An open-source framework for neuroscience metadata management applied to digital reconstructions of neuronal morphology.

Research advancements in neuroscience entail the production of a substantial amount of data requiring interpretation, analysis, and integration. The complexity and diversity of neuroscience data necessitate the development of specialized databases and associated standards and protocols. NeuroMorpho.Org is an online repository of over one hundred thousand digitally reconstructed neurons and glia shared by hundreds of laboratories worldwide. Every entry of this public resource is associated with essential metadata describing animal species, anatomical region, cell type, experimental condition, and additional information relevant to contextualize the morphological content. Until recently, the lack of a user-friendly, structured metadata annotation system relying on standardized terminologies constituted a major hindrance in this effort, limiting the data release pace. Over the past 2 years, we have transitioned the original spreadsheet-based metadata annotation system of NeuroMorpho.Org to a custom-developed, robust, web-based framework for extracting, structuring, and managing neuroscience information. Here we release the metadata portal publicly and explain its functionality to enable usage by data contributors. This framework facilitates metadata annotation, improves terminology management, and accelerates data sharing. Moreover, its open-source development provides the opportunity of adapting and extending the code base to other related research projects with similar requirements. This metadata portal is a beneficial web companion to NeuroMorpho.Org which saves time, reduces errors, and aims to minimize the barrier for direct knowledge sharing by domain experts. The underlying framework can be progressively augmented with the integration of increasingly autonomous machine intelligence components.
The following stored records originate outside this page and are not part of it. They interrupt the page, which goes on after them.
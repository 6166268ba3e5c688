// Mounts the workspace on the page, given the analysis worker main.ts started.
import { mount } from 'svelte';
import App from './App.svelte';
import { chooseFileBridge } from './lib/fileBridge';
import { Workspace } from './state/workspace.svelte';
import { connectDesktop } from './state/desktop';

/** localStorage, or null where the browser refuses it (private modes, blocked storage). */
function storage(): Storage | null {
  try {
    return window.localStorage;
  } catch {
    return null;
  }
}

/**
 * Builds the workspace over the worker, mounts the app and starts it (restoring kept work or
 * opening the demo).
 * @param worker - the analysis worker
 */
export function startWindow(worker: Worker): void {
  const workspace = new Workspace(chooseFileBridge(), worker);
  // Started before the app is mounted: the demo's fetch (or the kept files' read) is under way
  // while the screens are built.
  void workspace.start(storage());
  mount(App, { target: document.getElementById('app')!, props: { workspace } });
  if (window.plotrate?.isDesktop) connectDesktop(workspace, window.plotrate);
}
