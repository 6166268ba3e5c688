// Fits (from the worker, price-free) and everything re-priced from them on the main thread.
import { untrack } from 'svelte';
import type { BlockTerms, ModelName } from '../../../shared/models/modelTypes';
import type { PlotTable } from '../../../shared/table/plotTable';
import {
  prepareRegional,
  regionalAtPrices,
  siteOptima,
  type SiteOptimum,
} from '../analysis/pricing';
import type { AnalysisOutput } from '../analysis/siteAnalysis';
import { JobFailedError } from '../lib/workerProtocol';
import type { Jobs } from './jobs.svelte';
import type { Messages } from './messages.svelte';
import type { Prices } from './prices.svelte';

export class Analysis {
  output = $state.raw<AnalysisOutput | null>(null);
  /** Site → the model the user chose to lead (else the best by AICc). */
  choices = $state<Record<string, ModelName>>({});
  blocks = $state<BlockTerms>('fixed');
  selectedSite = $state<string | null>(null);
  /** True when the user stopped the fits before they finished. */
  stopped = $state(false);
  /** Site → interval of the leading model's optimum, kg/ha (bootstrap, at the current prices). */
  intervals = $state.raw<Record<string, [number, number]>>({});
  /** The table the current output was fitted to (identity), to skip refitting the same one. */
  #fittedTable: PlotTable | null = null;
  #fittedBlocks: BlockTerms | null = null;

  readonly #jobs: Jobs;
  readonly #messages: Messages;
  readonly #prices: Prices;

  constructor(jobs: Jobs, messages: Messages, prices: Prices) {
    this.#jobs = jobs;
    this.#messages = messages;
    this.#prices = prices;
  }

  optima: SiteOptimum[] = $derived.by(() => {
    const priced = this.#prices.canonical;
    if (!this.output || !priced.ok) return [];
    return siteOptima(this.output.sites, this.choices, priced.prices);
  });

  /** Site → leading model; a string key, so the regional gains below are only re-prepared when a lead changes. */
  #leadKey = $derived(this.optima.map((o) => `${o.site}\u0000${o.model ?? ''}`).join('\u0001'));

  /**
   * Site → leading model. Changes only when a lead changes (not on every price
   * tick), so what depends on leads alone — the regional gains, the overlay of
   * curves — is not rebuilt while a price slider moves.
   */
  leads: Record<string, ModelName | null> = $derived.by(() => {
    void this.#leadKey;
    return untrack(() => Object.fromEntries(this.optima.map((o) => [o.site, o.model] as const)));
  });

  /** Price-free regional gains: recomputed only when fits or leading models change. */
  #prepared = $derived(this.output ? prepareRegional(this.output.sites, this.leads) : null);

  regional = $derived.by(() => {
    const priced = this.#prices.canonical;
    return priced.ok ? regionalAtPrices(this.#prepared, priced.prices) : null;
  });

  /** The analysis of the selected site (the first one when none is selected). */
  site = $derived(
    this.output?.sites.find((s) => s.site === this.selectedSite) ?? this.output?.sites[0] ?? null,
  );

  siteOptimum = $derived(this.optima.find((o) => o.site === this.site?.site) ?? null);

  /** The leading model of a site at the current prices. */
  leadOf(site: string): ModelName | null {
    return this.leads[site] ?? null;
  }

  /**
   * Fits the table in the worker (cancelling a fit still running). A table
   * with no plots clears the results.
   */
  async run(table: PlotTable | null): Promise<void> {
    if (table === this.#fittedTable && this.blocks === this.#fittedBlocks) return;
    this.#fittedTable = table;
    this.#fittedBlocks = this.blocks;
    if (!table || table.plots.length === 0) {
      this.output = null;
      return;
    }
    this.intervals = {};
    this.stopped = false;
    try {
      const output = await this.#jobs.run<AnalysisOutput>('Fitting sites', 'analyse', {
        table: $state.snapshot(table),
        blocks: this.blocks,
      });
      if (output && this.#fittedTable === table) this.output = output;
      if (!output && this.#fittedTable === table) {
        // Stopped from the status bar: forget the table so "Fit again" (or any change) refits it.
        this.#fittedTable = null;
        this.output = null;
        this.stopped = true;
      }
    } catch (error) {
      const detail = error instanceof JobFailedError ? error.message : String(error);
      this.#messages.add('error', 'The fits could not be completed', detail);
    }
  }

  /**
   * Bootstraps every site's optimum interval in the worker at the current
   * prices and leading models (cancelling a run still going).
   */
  async refreshIntervals(): Promise<void> {
    const output = this.output;
    const priced = this.#prices.canonical;
    if (!output || !priced.ok) return;
    const leads = untrack(() => this.optima);
    const sites = output.sites.flatMap((s, index) => {
      const model = leads.find((o) => o.site === s.site)?.model;
      return model
        ? [
            {
              site: s.site,
              index,
              model,
              rateKgHa: s.plots.rateKgHa,
              yieldKgHa: s.plots.yieldKgHa,
              block: s.plots.block,
            },
          ]
        : [];
    });
    try {
      const found = await this.#jobs.run<Record<string, [number, number]>>(
        'Optimum intervals',
        'intervals',
        { sites, blocks: this.blocks, prices: { ...priced.prices } },
      );
      if (found && this.output === output) this.intervals = found;
    } catch (error) {
      this.#messages.add('warning', 'The optimum intervals could not be computed', String(error));
    }
  }

  /** The optimum interval of a site's leading model, kg/ha, or null when not computed. */
  intervalFor(site: string): [number, number] | null {
    return this.intervals[site] ?? null;
  }

  /** Picks the model that leads at a site (its optimum, chart and report). */
  choose(site: string, model: ModelName): void {
    this.choices = { ...this.choices, [site]: model };
  }
}
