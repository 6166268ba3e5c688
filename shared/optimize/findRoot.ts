/**
 * A root of a function of one variable inside a bracket [lower, upper] where it changes
 * sign, by Brent's method: bisection, replaced by the secant step or inverse quadratic
 * interpolation whenever that step falls safely inside the bracket and shrinks it fast
 * enough. It needs no derivative, never leaves the bracket and converges at least as
 * surely as bisection.
 *
 * Method: R. P. Brent, Algorithms for Minimization without Derivatives (1973), ch. 4,
 * procedure "zero"; the same scheme as Forsythe, Malcolm & Moler, Computer Methods for
 * Mathematical Computations (1977), §7.2 "zeroin", and as R's uniroot().
 *
 * Edge cases:
 * - f(lower) or f(upper) exactly 0: that end is returned;
 * - no sign change between the ends: a StatsInputError (the caller brackets first);
 * - f discontinuous inside the bracket: the result is where the sign changes, within the
 *   tolerance (a jump across zero is found as if it were a root).
 */
import { StatsInputError } from '../stats/errors';

export interface RootOptions {
  /** Relative tolerance on x, default 1e-12. */
  relativeTolerance?: number;
  /** Absolute tolerance on x, default 1e-12 × (|lower| + |upper|) + 1e-300. */
  absoluteTolerance?: number;
  /** Largest number of iterations, default 200. */
  maxIterations?: number;
}

export interface RootResult {
  /** The root, in the units of the bracket. */
  x: number;
  /** f(x). */
  fx: number;
  /** How many times f was called, the two ends included. */
  evaluations: number;
  /** True when the tolerance was met before the iteration limit. */
  converged: boolean;
}

/**
 * Finds a root of f in [lower, upper] by Brent's method.
 * @param f - the function; f(lower) and f(upper) must differ in sign (or one be 0)
 * @param lower - one end of the bracket
 * @param upper - the other end
 * @param options - tolerances and iteration limit
 * @returns the root, f there and the work done
 * @throws {StatsInputError} "bad-argument" when an end or f at an end is not finite, or
 *   f has the same sign at both ends
 * @example
 * findRoot((x) => x * x - 2, 0, 2).x // ≈ 1.41421356237
 */
export function findRoot(
  f: (x: number) => number,
  lower: number,
  upper: number,
  options: RootOptions = {},
): RootResult {
  if (!Number.isFinite(lower) || !Number.isFinite(upper)) {
    throw new StatsInputError(
      'bad-argument',
      `findRoot: the bracket [${lower}, ${upper}] must have finite ends.`,
    );
  }
  const rel = options.relativeTolerance ?? 1e-12;
  const absTol = options.absoluteTolerance ?? 1e-12 * (Math.abs(lower) + Math.abs(upper)) + 1e-300;
  const maxIterations = options.maxIterations ?? 200;
  let a = lower;
  let b = upper;
  let fa = f(a);
  let fb = f(b);
  if (!Number.isFinite(fa) || !Number.isFinite(fb)) {
    throw new StatsInputError(
      'bad-argument',
      `findRoot: f must be finite at both ends; f(${a}) = ${fa}, f(${b}) = ${fb}.`,
    );
  }
  if (fa === 0) return { x: a, fx: 0, evaluations: 2, converged: true };
  if (fb === 0) return { x: b, fx: 0, evaluations: 2, converged: true };
  if (fa > 0 === fb > 0) {
    throw new StatsInputError(
      'bad-argument',
      `findRoot: f has the same sign at both ends of [${a}, ${b}] (${fa}, ${fb}); bracket a sign change first.`,
    );
  }
  let evaluations = 2;
  // b is the best estimate, a the previous one, c the other end of the bracket [b, c].
  let c = a;
  let fc = fa;
  let d = b - a;
  let e = d;
  for (let iter = 0; iter < maxIterations; iter++) {
    if (fb > 0 === fc > 0) {
      c = a;
      fc = fa;
      d = b - a;
      e = d;
    }
    if (Math.abs(fc) < Math.abs(fb)) {
      a = b;
      b = c;
      c = a;
      fa = fb;
      fb = fc;
      fc = fa;
    }
    const tol = 2 * rel * Math.abs(b) + 0.5 * absTol;
    const m = 0.5 * (c - b);
    if (Math.abs(m) <= tol || fb === 0) {
      return { x: b, fx: fb, evaluations, converged: true };
    }
    if (Math.abs(e) >= tol && Math.abs(fa) > Math.abs(fb)) {
      // Secant (two distinct points) or inverse quadratic interpolation (three).
      const s = fb / fa;
      let p: number;
      let q: number;
      if (a === c) {
        p = 2 * m * s;
        q = 1 - s;
      } else {
        const qa = fa / fc;
        const r = fb / fc;
        p = s * (2 * m * qa * (qa - r) - (b - a) * (r - 1));
        q = (qa - 1) * (r - 1) * (s - 1);
      }
      if (p > 0) q = -q;
      else p = -p;
      // Accept the step only if it stays well inside the bracket and shrinks fast enough.
      if (2 * p < Math.min(3 * m * q - Math.abs(tol * q), Math.abs(e * q))) {
        e = d;
        d = p / q;
      } else {
        d = m;
        e = m;
      }
    } else {
      d = m;
      e = m;
    }
    a = b;
    fa = fb;
    b += Math.abs(d) > tol ? d : m > 0 ? tol : -tol;
    fb = f(b);
    evaluations++;
    if (!Number.isFinite(fb)) {
      throw new StatsInputError('bad-argument', `findRoot: f(${b}) = ${fb} inside the bracket.`);
    }
  }
  return { x: b, fx: fb, evaluations, converged: false };
}
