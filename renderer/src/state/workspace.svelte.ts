// The analyst's workspace: everything the screens share, passed by context.
import type { TrialFileBytes } from '../../../electron/desktopApi';
import { fetchDemoFile } from '../lib/demoFile';
import type { FileBridge } from '../lib/fileBridge';
import type { Port } from '../lib/workerProtocol';
import { Analysis } from './analysis.svelte';
import { Jobs } from './jobs.svelte';
import { Messages } from './messages.svelte';
import { Prices } from './prices.svelte';
import { Report } from './report.svelte';
import { Settings } from './settings.svelte';
import { Sources } from './sources.svelte';
import type { StepId } from './steps';
import { Trial } from './trial.svelte';

export class Workspace {
  step = $state<StepId>('files');
  readonly settings = new Settings();
  readonly messages = new Messages();
  readonly prices = new Prices();
  readonly jobs: Jobs;
  readonly sources: Sources;
  readonly trial: Trial;
  readonly analysis: Analysis;
  readonly report: Report;
  readonly bridge: FileBridge;
  /** Drawn chart elements by key, for Plotly.toImage at export (not reactive: only read on export). */
  readonly charts: Record<string, HTMLElement> = {};

  constructor(bridge: FileBridge, workerPort: Port) {
    this.bridge = bridge;
    this.jobs = new Jobs(workerPort);
    this.sources = new Sources(this.jobs, this.messages);
    this.trial = new Trial(this.sources);
    this.analysis = new Analysis(this.jobs, this.messages, this.prices);
    this.report = new Report(this);
  }

  /** The crop of the current table (the import setting until a table exists). */
  get crop() {
    return this.trial.table?.crop ?? this.trial.edits.settings.crop;
  }

  /** First start: opens the demo trial so a new user sees an analysis at once. */
  async start(): Promise<void> {
    if (this.sources.files.length === 0) await this.openDemo();
  }

  /** Opens trial files, detects their columns and shows the column review. */
  async openFiles(files: TrialFileBytes[]): Promise<void> {
    const before = this.sources.workbooks.length;
    await this.sources.add(files);
    this.trial.detectNew();
    if (this.sources.workbooks.length > before) this.step = 'columns';
  }

  /** Opens the invented demo trial shipped with the app and shows its first site. */
  async openDemo(): Promise<void> {
    try {
      await this.openFiles([await fetchDemoFile()]);
      this.step = 'site';
    } catch (error) {
      this.messages.add(
        'error',
        'The demo trial could not be opened',
        error instanceof Error ? error.message : String(error),
      );
    }
  }
}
Genetic Single Neuron Anatomy Reveals Fine Granularity of Cortical Axo-Axonic Cells.

Parsing diverse nerve cells into biological types is necessary for understanding neural circuit organization. Morphology is an intuitive criterion for neuronal classification and a proxy of connectivity, but morphological diversity and variability often preclude resolving the granularity of neuron types. Combining genetic labeling with high-resolution, large-volume light microscopy, we established a single neuron anatomy platform that resolves, registers, and quantifies complete neuron morphologies in the mouse brain. We discovered that cortical axo-axonic cells (AACs), a cardinal GABAergic interneuron type that controls pyramidal neuron (PyN) spiking at axon initial segments, consist of multiple subtypes distinguished by highly laminar-specific soma position and dendritic and axonal arborization patterns. Whereas the laminar arrangements of AAC dendrites reflect differential recruitment by input streams, the laminar distribution and local geometry of AAC axons enable differential innervation of PyN ensembles. This platform will facilitate genetically targeted, high-resolution, and scalable single neuron anatomy in the mouse brain.

An open repository for single-cell reconstructions of the brain forest.

NeuroMorpho.Org was launched in 2006 to provide unhindered access to any and all digital tracings of neuronal morphology that researchers were willing to share freely upon request. Today this database is the largest public inventory of cellular reconstructions in neuroscience with a content of over 80,000 neurons and glia from a representative diversity of animal species, anatomical regions, and experimental methods. Datasets continuously contributed by hundreds of laboratories worldwide are centrally curated, converted into a common non-proprietary format, morphometrically quantified, and annotated with comprehensive metadata. Users download digital reconstructions for a variety of scientific applications including visualization, classification, analysis, and simulations. With more than 1,000 peer-reviewed publications describing data stored in or utilizing data retrieved from NeuroMorpho.Org, this ever-growing repository can already be considered a mature resource for neuroscience.